What time is your body clock set on?
The answer, mounting research suggests, can influence everything from your predisposition to diabetes, heart disease and depression to the optimal time for you to take medication. But unlike routine blood tests for cholesterol and hormone levels, there’s no easy way to precisely measure a person’s individual circadian rhythm.
At least not yet.
New CU Boulder research, published in the Journal of Biological Rhythms, suggests that day could come in the not-too-distant future. The study found that it’s possible to determine the timing of a person’s internal circadian or biological clock by analyzing a combination of molecules in a single blood draw.
“If we can understand each individual person’s circadian clock, we can potentially prescribe the optimal time of day for them to be eating or exercising or taking medication,” said senior author Christopher Depner, who conducted the study while an assistant professor of integrative physiology at CU Boulder. “From a personalized medicine perspective, it could be groundbreaking.”

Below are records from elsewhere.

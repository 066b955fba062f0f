"""
The closed table of units a record may use, as plain data shared with the browser.

Value in the canonical unit = number x factor / divisor + offset. Factor and divisor are kept apart
and chosen whole where possible, so that Python and the browser get the same bits and 120 nm/min is
exactly 2 nm/s.

Source of the factors: SI Brochure, 9th ed. (BIPM 2019), for the prefixes, minute, hour, day, litre,
electronvolt and the elementary charge, Avogadro and Boltzmann constants; NIST SP 811 (2008) for mil,
inch, torr, standard atmosphere and the thermochemical calorie. The tests hold them against pint.
"""

from __future__ import annotations

import enum
import json
import re
import unicodedata
from collections.abc import Mapping
from dataclasses import dataclass


class Dimension(enum.StrEnum):
    """What a quantity measures; the comment names the canonical unit its value is in."""

    LENGTH = "length"  # nm
    TIME = "time"  # s
    PRESSURE = "pressure"  # Pa
    FLOW = "flow"  # sccm
    TEMPERATURE = "temperature"  # K, absolute
    TEMPERATURE_DIFFERENCE = "temperature_difference"  # K
    PERCENT = "percent"  # fraction
    MASS_FRACTION = "mass_fraction"  # fraction by mass
    VOLUME_FRACTION = "volume_fraction"  # fraction by volume
    ATOMIC_FRACTION = "atomic_fraction"  # fraction by number of atoms
    CONCENTRATION = "concentration"  # mol/L
    MASS_CONCENTRATION = "mass_concentration"  # g/L
    RATE = "rate"  # nm/s
    RATE_PER_CYCLE = "rate_per_cycle"  # nm/cycle
    AREA = "area"  # cm2
    VOLUME = "volume"  # mL
    MASS = "mass"  # g
    POWER = "power"  # W
    POWER_DENSITY = "power_density"  # W/cm2
    VOLTAGE = "voltage"  # V
    FREQUENCY = "frequency"  # Hz
    ROTATION = "rotation"  # rpm
    DENSITY = "density"  # g/cm3
    MOLAR_MASS = "molar_mass"  # g/mol
    ENERGY = "energy"  # eV per particle
    DOSE = "dose"  # mJ/cm2
    STRESS = "stress"  # MPa


@dataclass(frozen=True)
class Unit:
    """
    One unit of one dimension.

    `symbol` is how pages print it; `spellings` are the ways it may be written, after
    `normal_spelling`. Value in the canonical unit = number x factor / divisor + offset.
    """

    symbol: str
    dimension: Dimension
    spellings: tuple[str, ...]
    factor: float = 1.0
    divisor: float = 1.0
    offset: float = 0.0

    def to_canonical(self, number: float) -> float:
        """Return the number, given in this unit, in the canonical unit."""
        return number * self.factor / self.divisor + self.offset

    def from_canonical(self, value: float) -> float:
        """Return the value, given in the canonical unit, in this unit."""
        return (value - self.offset) * self.divisor / self.factor


SIGNED = frozenset({Dimension.TEMPERATURE_DIFFERENCE, Dimension.VOLTAGE, Dimension.STRESS, Dimension.ENERGY})
"""Dimensions whose values may lie below zero (bias, compressive stress); no other may."""

_KJ_PER_MOL_PER_EV = 96.48533212331
"""Elementary charge x Avogadro constant / 1000; both are exact since 2019 (SI Brochure, 9th ed.)."""

_LENGTHS = (
    Unit("Å", Dimension.LENGTH, ("Å", "A", "angstrom", "angstroms", "Ang"), 1, 10),
    Unit("nm", Dimension.LENGTH, ("nm",)),
    Unit("µm", Dimension.LENGTH, ("um", "micron", "microns"), 1e3),
    Unit("mm", Dimension.LENGTH, ("mm",), 1e6),
    Unit("cm", Dimension.LENGTH, ("cm",), 1e7),
    Unit("m", Dimension.LENGTH, ("m",), 1e9),
    Unit("mil", Dimension.LENGTH, ("mil", "mils"), 25400),
    Unit("in", Dimension.LENGTH, ("in", "inch", "inches"), 2.54e7),
)
_TIMES = (
    Unit("s", Dimension.TIME, ("s", "sec", "second", "seconds")),
    Unit("min", Dimension.TIME, ("min", "minute", "minutes"), 60),
    Unit("h", Dimension.TIME, ("h", "hr", "hour", "hours"), 3600),
    Unit("d", Dimension.TIME, ("d", "day", "days"), 86400),
)
_OTHERS = (
    Unit("ms", Dimension.TIME, ("ms",), 1, 1000),
    Unit("Pa", Dimension.PRESSURE, ("Pa",)),
    Unit("hPa", Dimension.PRESSURE, ("hPa",), 100),
    Unit("kPa", Dimension.PRESSURE, ("kPa",), 1000),
    Unit("mTorr", Dimension.PRESSURE, ("mTorr", "mtorr"), 101325, 760_000),
    Unit("Torr", Dimension.PRESSURE, ("Torr", "torr"), 101325, 760),
    Unit("µbar", Dimension.PRESSURE, ("ubar",), 1, 10),
    Unit("mbar", Dimension.PRESSURE, ("mbar",), 100),
    Unit("bar", Dimension.PRESSURE, ("bar",), 1e5),
    Unit("atm", Dimension.PRESSURE, ("atm",), 101325),
    Unit("sccm", Dimension.FLOW, ("sccm",)),
    Unit("slm", Dimension.FLOW, ("slm", "slpm"), 1000),
    Unit("°C", Dimension.TEMPERATURE, ("degC", "°C", "C", "deg C"), offset=273.15),
    Unit("K", Dimension.TEMPERATURE, ("K",)),
    Unit("K", Dimension.TEMPERATURE_DIFFERENCE, ("K", "degC", "°C", "C", "deg C")),
    Unit("%", Dimension.PERCENT, ("%", "percent"), 1, 100),
    Unit("wt%", Dimension.MASS_FRACTION, ("wt%", "wt.%", "mass%"), 1, 100),
    Unit("vol%", Dimension.VOLUME_FRACTION, ("vol%", "vol.%"), 1, 100),
    Unit("ppm", Dimension.VOLUME_FRACTION, ("ppm",), 1, 1e6),
    Unit("at%", Dimension.ATOMIC_FRACTION, ("at%", "at.%"), 1, 100),
    Unit("mol/L", Dimension.CONCENTRATION, ("mol/L", "mol/l", "M")),
    Unit("mmol/L", Dimension.CONCENTRATION, ("mmol/L", "mmol/l", "mM"), 1, 1000),
    Unit("g/L", Dimension.MASS_CONCENTRATION, ("g/L", "g/l")),
    Unit("mg/L", Dimension.MASS_CONCENTRATION, ("mg/L", "mg/l"), 1, 1000),
    Unit("mg/m³", Dimension.MASS_CONCENTRATION, ("mg/m3",), 1, 1e6),
    Unit("mm²", Dimension.AREA, ("mm2",), 1, 100),
    Unit("cm²", Dimension.AREA, ("cm2",)),
    Unit("m²", Dimension.AREA, ("m2",), 1e4),
    Unit("mL", Dimension.VOLUME, ("mL", "ml")),
    Unit("L", Dimension.VOLUME, ("L", "l"), 1000),
    Unit("mg", Dimension.MASS, ("mg",), 1, 1000),
    Unit("g", Dimension.MASS, ("g",)),
    Unit("kg", Dimension.MASS, ("kg",), 1000),
    Unit("W", Dimension.POWER, ("W",)),
    Unit("kW", Dimension.POWER, ("kW",), 1000),
    Unit("mW/cm²", Dimension.POWER_DENSITY, ("mW/cm2",), 1, 1000),
    Unit("W/cm²", Dimension.POWER_DENSITY, ("W/cm2",)),
    Unit("mV", Dimension.VOLTAGE, ("mV",), 1, 1000),
    Unit("V", Dimension.VOLTAGE, ("V",)),
    Unit("kV", Dimension.VOLTAGE, ("kV",), 1000),
    Unit("Hz", Dimension.FREQUENCY, ("Hz",)),
    Unit("kHz", Dimension.FREQUENCY, ("kHz",), 1e3),
    Unit("MHz", Dimension.FREQUENCY, ("MHz",), 1e6),
    Unit("GHz", Dimension.FREQUENCY, ("GHz",), 1e9),
    Unit("rpm", Dimension.ROTATION, ("rpm",)),
    Unit("g/cm³", Dimension.DENSITY, ("g/cm3", "g/mL", "g/ml", "kg/L", "kg/l")),
    Unit("kg/m³", Dimension.DENSITY, ("kg/m3",), 1, 1000),
    Unit("g/mol", Dimension.MOLAR_MASS, ("g/mol",)),
    Unit("kg/mol", Dimension.MOLAR_MASS, ("kg/mol",), 1000),
    Unit("eV", Dimension.ENERGY, ("eV",)),
    Unit("meV", Dimension.ENERGY, ("meV",), 1, 1000),
    Unit("kJ/mol", Dimension.ENERGY, ("kJ/mol",), 1, _KJ_PER_MOL_PER_EV),
    Unit("kcal/mol", Dimension.ENERGY, ("kcal/mol",), 4.184, _KJ_PER_MOL_PER_EV),
    Unit("mJ/cm²", Dimension.DOSE, ("mJ/cm2",)),
    Unit("J/cm²", Dimension.DOSE, ("J/cm2",), 1000),
    Unit("MPa", Dimension.STRESS, ("MPa",)),
    Unit("GPa", Dimension.STRESS, ("GPa",), 1000),
)


def _rate(length: Unit, time: Unit) -> Unit:
    spellings = tuple(f"{over}/{under}" for over in length.spellings for under in time.spellings)
    divisor = length.divisor * time.factor
    return Unit(f"{length.symbol}/{time.symbol}", Dimension.RATE, spellings, length.factor, divisor)


def _rate_per_cycle(length: Unit) -> Unit:
    spellings = tuple(f"{over}/{under}" for over in length.spellings for under in ("cycle", "cycles"))
    dimension = Dimension.RATE_PER_CYCLE
    return Unit(f"{length.symbol}/cycle", dimension, spellings, length.factor, length.divisor)


_RATE_LENGTHS = tuple(length for length in _LENGTHS if length.symbol in {"Å", "nm", "µm", "mm", "mil"})

UNITS: tuple[Unit, ...] = (
    *_LENGTHS,
    *_TIMES,
    *_OTHERS,
    *(_rate(length, time) for length in _RATE_LENGTHS for time in _TIMES),
    *(_rate_per_cycle(length) for length in _RATE_LENGTHS[:3]),
)
"""Every unit; within a dimension no spelling stands for two."""

_BY_SPELLING: Mapping[Dimension, Mapping[str, Unit]] = {
    dimension: {
        spelling: unit for unit in UNITS if unit.dimension is dimension for spelling in unit.spellings
    }
    for dimension in Dimension
}

CANONICAL: Mapping[Dimension, Unit] = {
    unit.dimension: unit for unit in UNITS if unit.factor == unit.divisor and unit.offset == 0
}
"""The unit values are kept in; fractions are plain numbers and have none."""


def normal_spelling(text: str) -> str:
    """Return a unit as the table spells it: one micro sign, plain digits, single blanks, none around `/`."""
    # The ordinal sign is a common stand-in for the degree sign, and NFKC would make a letter of it.
    letters = unicodedata.normalize("NFKC", text.replace("º", "°"))
    letters = letters.replace("μ", "u").replace("^", "")
    letters = re.sub(r"\s*([/%])\s*", r"\1", letters.strip())
    return re.sub(r"\s+", " ", letters).replace("° C", "°C")


def find_unit(spelling: str, dimension: Dimension) -> Unit | None:
    """Return the unit of the dimension that is written so, or None."""
    units = _BY_SPELLING[dimension]
    return units.get(spelling) or units.get(normal_spelling(spelling))


def dimensions_of(spelling: str) -> list[Dimension]:
    """Return the dimensions in which a unit is written so, in the order of `Dimension`."""
    form = normal_spelling(spelling)
    return [dimension for dimension, units in _BY_SPELLING.items() if form in units]


def spellings_of(dimension: Dimension) -> list[str]:
    """Return every spelling of every unit of the dimension."""
    return list(_BY_SPELLING[dimension])


def unit_table_json() -> str:
    """
    Return the table as JSON for the browser, without characters special in HTML.

    `{"format": 1, "dimensions": {"length": {"canonical": "nm", "signed": false, "units":
    [{"symbol", "spellings", "factor", "divisor", "offset"}]}}}`; `canonical` is "" for fractions.
    """
    dimensions = {
        str(dimension): {
            "canonical": CANONICAL[dimension].symbol if dimension in CANONICAL else "",
            "signed": dimension in SIGNED,
            "units": [_unit_data(unit) for unit in UNITS if unit.dimension is dimension],
        }
        for dimension in Dimension
    }
    return json.dumps({"format": 1, "dimensions": dimensions}, ensure_ascii=True, separators=(",", ":"))


def _unit_data(unit: Unit) -> dict[str, str | float | list[str]]:
    return {
        "symbol": unit.symbol,
        "spellings": list(unit.spellings),
        "factor": unit.factor,
        "divisor": unit.divisor,
        "offset": unit.offset,
    }
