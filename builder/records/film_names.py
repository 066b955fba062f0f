"""Films by every name people use for them: id, name, synonym, formula."""

from __future__ import annotations

import unicodedata
from collections.abc import Iterable, Mapping
from dataclasses import dataclass
from typing import TYPE_CHECKING

from builder.problems import did_you_mean

if TYPE_CHECKING:
    from builder.records.films import Film

_MOST_SHOWN = 5
"""Films named in one suggestion; a longer list is no help."""


@dataclass(frozen=True)
class FilmNames:
    """An index from every name to the ids of the films that carry it."""

    ids_by_form: Mapping[str, tuple[str, ...]]
    names: Mapping[str, tuple[str, ...]]

    @classmethod
    def of(cls, films: Iterable[Film]) -> FilmNames:
        """Return the index of the films."""
        # A film called so goes before one that only has the formula, and a film before a family.
        ordered = sorted(films, key=lambda film: (film.is_family, film.id))
        called = [(film.id, name) for film in ordered for name in (film.id, film.name, *film.synonyms)]
        # Who calls a film by the name of its family means one of the members.
        meant = [(id, name) for film in ordered for name in film.synonyms for id in film.members]
        made_of = [(film.id, film.formula) for film in ordered if film.formula]
        return cls.of_pairs([*called, *meant, *made_of])

    @classmethod
    def of_pairs(cls, pairs: Iterable[tuple[str, str]]) -> FilmNames:
        """Return the index of pairs of a film's id and one of its names, the best known first."""
        by_form: dict[str, list[str]] = {}
        names: dict[str, list[str]] = {}
        for film, name in pairs:
            _add(by_form, _form(name), film)
            _add(names, name, film)
        return cls(
            {form: tuple(ids) for form, ids in by_form.items()},
            {name: tuple(ids) for name, ids in names.items()},
        )

    def find(self, word: str) -> tuple[str, ...]:
        """
        Return the ids of the films called so, the likeliest first; empty if none is.

        Case, blanks, hyphens and the height of digits make no difference: `SiO₂` finds the oxides.
        """
        return self.ids_by_form.get(_form(word), ())

    def suggestion(self, word: str) -> str:
        """Return `did you mean "id" or "id"?` for a word that is no film's id, or an empty hint."""
        ids = self.find(word)
        if not ids:
            close = did_you_mean(word, self.names)
            ids = () if close is None else self.names[close]
        if not ids:
            return ""
        shown = " or ".join(f'"{name}"' for name in ids[:_MOST_SHOWN])
        return f"did you mean {shown}{' or another' if len(ids) > _MOST_SHOWN else ''}?"


def _add(index: dict[str, list[str]], name: str, film: str) -> None:
    ids = index.setdefault(name, [])
    if film not in ids:
        ids.append(film)


def _form(name: str) -> str:
    letters = unicodedata.normalize("NFKC", name).casefold()
    return "".join(letter for letter in letters if letter.isalnum())
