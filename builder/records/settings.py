"""The settings of a lab: what it states, over the shipped defaults; and the fitted spread."""

from __future__ import annotations

import datetime
from collections.abc import Mapping
from dataclasses import dataclass

from builder.records.conversion import Data, Length, Percent, Time, from_data
from builder.records.record import Record
from builder.records.terms import Origin


@dataclass(frozen=True, slots=True, kw_only=True)
class SigmaLiterature:
    """Standard deviation of ln(rate) between a published rate and the rate in this lab."""

    wet_close: float
    wet_other: float
    plasma: float
    cyclic: float
    vapour: float


@dataclass(frozen=True, slots=True, kw_only=True)
class PriorSpread:
    """Relative run-to-run standard deviation and the degrees of freedom it counts for."""

    s0: float
    d0: float


@dataclass(frozen=True, slots=True, kw_only=True)
class PriorSpreads:
    """Prior run-to-run spread by method."""

    wet_thermostated: PriorSpread
    wet_open: PriorSpread
    plasma: PriorSpread
    cyclic: PriorSpread
    vapour: PriorSpread


@dataclass(frozen=True, slots=True, kw_only=True)
class Nonuniformity:
    """Half-range of the rate over the wafer less its outer 5 mm, where a recipe states none."""

    immersion: Percent
    gas_bubbles: Percent
    vapour: Percent
    plasma: Percent
    deep_silicon: Percent


@dataclass(frozen=True, slots=True, kw_only=True)
class ReactionTime:
    """Time from seeing the end of an etch to its stop."""

    wet: Time
    plasma: Time


@dataclass(frozen=True, slots=True, kw_only=True)
class ShareAndLength:
    """A limit given as a share of the thickness and as a length, never below `at_least` if given."""

    share: Percent
    length: Length
    at_least: Length | None = None


@dataclass(frozen=True, slots=True, kw_only=True)
class AllowedLoss:
    """Allowed loss where a sample states none; films thinner than `none_below` have no default."""

    under: ShareAndLength
    other: ShareAndLength
    none_below: Length


@dataclass(frozen=True, slots=True, kw_only=True)
class MaskReserve:
    """What must remain of a mask: the larger of share and length."""

    resist_plasma: ShareAndLength
    other: ShareAndLength


@dataclass(frozen=True, slots=True, kw_only=True)
class Defaults:
    """Numbers used where neither a record nor the sample states one."""

    sigma_literature: SigmaLiterature
    spread: PriorSpreads
    nonuniformity: Nonuniformity
    thickness_tolerance: Percent
    reaction_time: ReactionTime
    allowed_loss: AllowedLoss
    mask_reserve: MaskReserve


@dataclass(frozen=True, slots=True, kw_only=True)
class Contact:
    """A role and how to reach it."""

    role: str
    reach: str


@dataclass(frozen=True, slots=True, kw_only=True)
class GaugeError:
    """Relative standard uncertainty shared by all readings of the gauge."""

    relative: Percent


@dataclass(frozen=True, slots=True, kw_only=True)
class LabSettings(Record):
    """
    The settings in force. `origin` is `reference` where the lab has no settings of its own.

    `confidence` is two-sided, in (0.5, 1). `gauge_error` None is unknown. `as_of` None means the clock.
    """

    name: str
    confidence: float
    stale_after_days: float
    defaults: Defaults
    invented: bool = False
    as_of: datetime.date | None = None
    contacts: tuple[Contact, ...] = ()
    local_rules: tuple[str, ...] = ()
    gauge_error: GaugeError | None = None
    note: str | None = None


@dataclass(frozen=True, slots=True, kw_only=True)
class FitWithout:
    """Fitted spread of one method with one recipe left out, for that recipe."""

    recipe: str
    s0: float
    d0: float


@dataclass(frozen=True, slots=True, kw_only=True)
class FittedSpread:
    """Fitted spread of one method, with what entered the fit; `without` only where recipes are few."""

    s0: float
    d0: float
    recipes: int
    runs: int
    from_prior: bool
    without: tuple[FitWithout, ...] = ()


@dataclass(frozen=True, slots=True, kw_only=True)
class FittedSpreads:
    """Fitted spread by method; None where no fit is stored, so that the prior stands."""

    wet_thermostated: FittedSpread | None = None
    wet_open: FittedSpread | None = None
    plasma: FittedSpread | None = None
    cyclic: FittedSpread | None = None
    vapour: FittedSpread | None = None


@dataclass(frozen=True, slots=True, kw_only=True)
class SpreadRecord(Record):
    """The spread stored by the last fit, and its day."""

    as_of: datetime.date
    methods: FittedSpreads


def settings_over(shipped: Data, own: Data | None, file: str) -> LabSettings:
    """
    Return the settings in force: each key of the lab's own file over that of the shipped one.

    Both have passed the schema of lab settings; `shipped` states every default. `file` is the lab's
    file, or the shipped one where the lab has none.
    """
    if own is None:
        return from_data(LabSettings, shipped, id="lab", file=file, origin=Origin.REFERENCE)
    return from_data(LabSettings, _merged(shipped, own), id="lab", file=file, origin=Origin.LAB)


def _merged(under: Data, over: Data) -> dict[str, object]:
    merged = dict(under)
    for key, value in over.items():
        below = merged.get(key)
        both = isinstance(value, Mapping) and isinstance(below, Mapping)
        merged[key] = _merged(below, value) if both else value  # type: ignore[arg-type]
    return merged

Syncing our life with our clock
For decades, researchers have known that a central ‘master clock’ in a region of the brain called the hypothalamus helps to regulate the body’s 24-hour cycle, including when we naturally feel sleepy at night and have the urge to wake up in the morning.
More recently, studies reveal that nearly every tissue or organ in the body also has an internal timing device, synced with that master clock, dictating when we secrete certain hormones, how our heart and lungs function throughout the day, the cadence of our metabolism of fats and sugars, and more.
As many as 82% of protein-coding genes that are drug targets show 24-hour time-of-day patterns, suggesting many medications could work better and yield fewer side effects if administration was timed appropriately.
And when our internal rhythm is at odds with our sleep-wake cycle, that can boost risk of an array of diseases, said study co-author Ken Wright, a professor of integrative physiology and director of the Sleep and Chronobiology Laboratory at CU Boulder.
“If we want to be able to fix the timing of a person’s circadian rhythm, we need to know what that timing is,” he said. “Right now, we do not have an easy way to do that.”
Even among healthy people, sleep-wake cycles can vary by four to six hours.
Simply asking someone, ‘are you a morning lark, a night owl or somewhere in-between?’ can provide hints to what a person’s circadian cycle is.
But the only way to precisely gage the timing of an individual’s circadian clock (including where the peaks and troughs of their daily rhythm) is to perform a dim-light melatonin assessment. This involves keeping the person in dim light and drawing blood or saliva hourly for up to 24 hours to measure melatonin—the hormone that naturally increases in the body to signal bedtime and wanes to help wake us up.
A molecular fingerprint for circadian rhythm
In pursuit of a more precise and practical test, Wright and Depner brought 16 volunteers to live in a sleep lab on the Anschutz Medical campus in Aurora for 14 days under tightly controlled conditions.
In addition to testing their blood for melatonin hourly, they also used a method called “metabolomics”—assessing levels of about 4,000 different metabolites (things like amino acids, vitamins and fatty acids that are byproducts of metabolism) in the blood.
They used a machine learning algorithm to determine which collection of metabolites were associated with the circadian clock—creating a sort of molecular fingerprint for individual circadian phases.
When they tried to predict circadian phase based on this fingerprint from a single blood draw, their findings were surprisingly similar to those using the more arduous melatonin test.
“It was within about one hour of the gold standard of taking blood every hour around the clock,” said Depner, now an assistant professor of kinesiology at the University of Utah.
He noted that the test was significantly more accurate when people were well rested and hadn’t eaten recently—a requirement that could make the test challenging outside of a laboratory setting. And to be feasible and affordable, a commercial test would likely have to narrow down the number of metabolites it’s looking for (their test narrowed it down to 65).
But the study is a critical first step, said Wright.
“We are at the very beginning stages of developing these biomarkers for circadian rhythm, but this promising study shows it can be done.”
Other research, including some from Wright’s lab, is exploring proteomics (looking for proteins in blood) or transcriptomics (measuring the presence of ribonucleic acid, or RNA) to assess circadian phase.
Ultimately, the researchers imagine a day when people can, during a routine physical, get a blood test to precisely determine their circadian phase—so doctors can prescribe not only what to do, but when.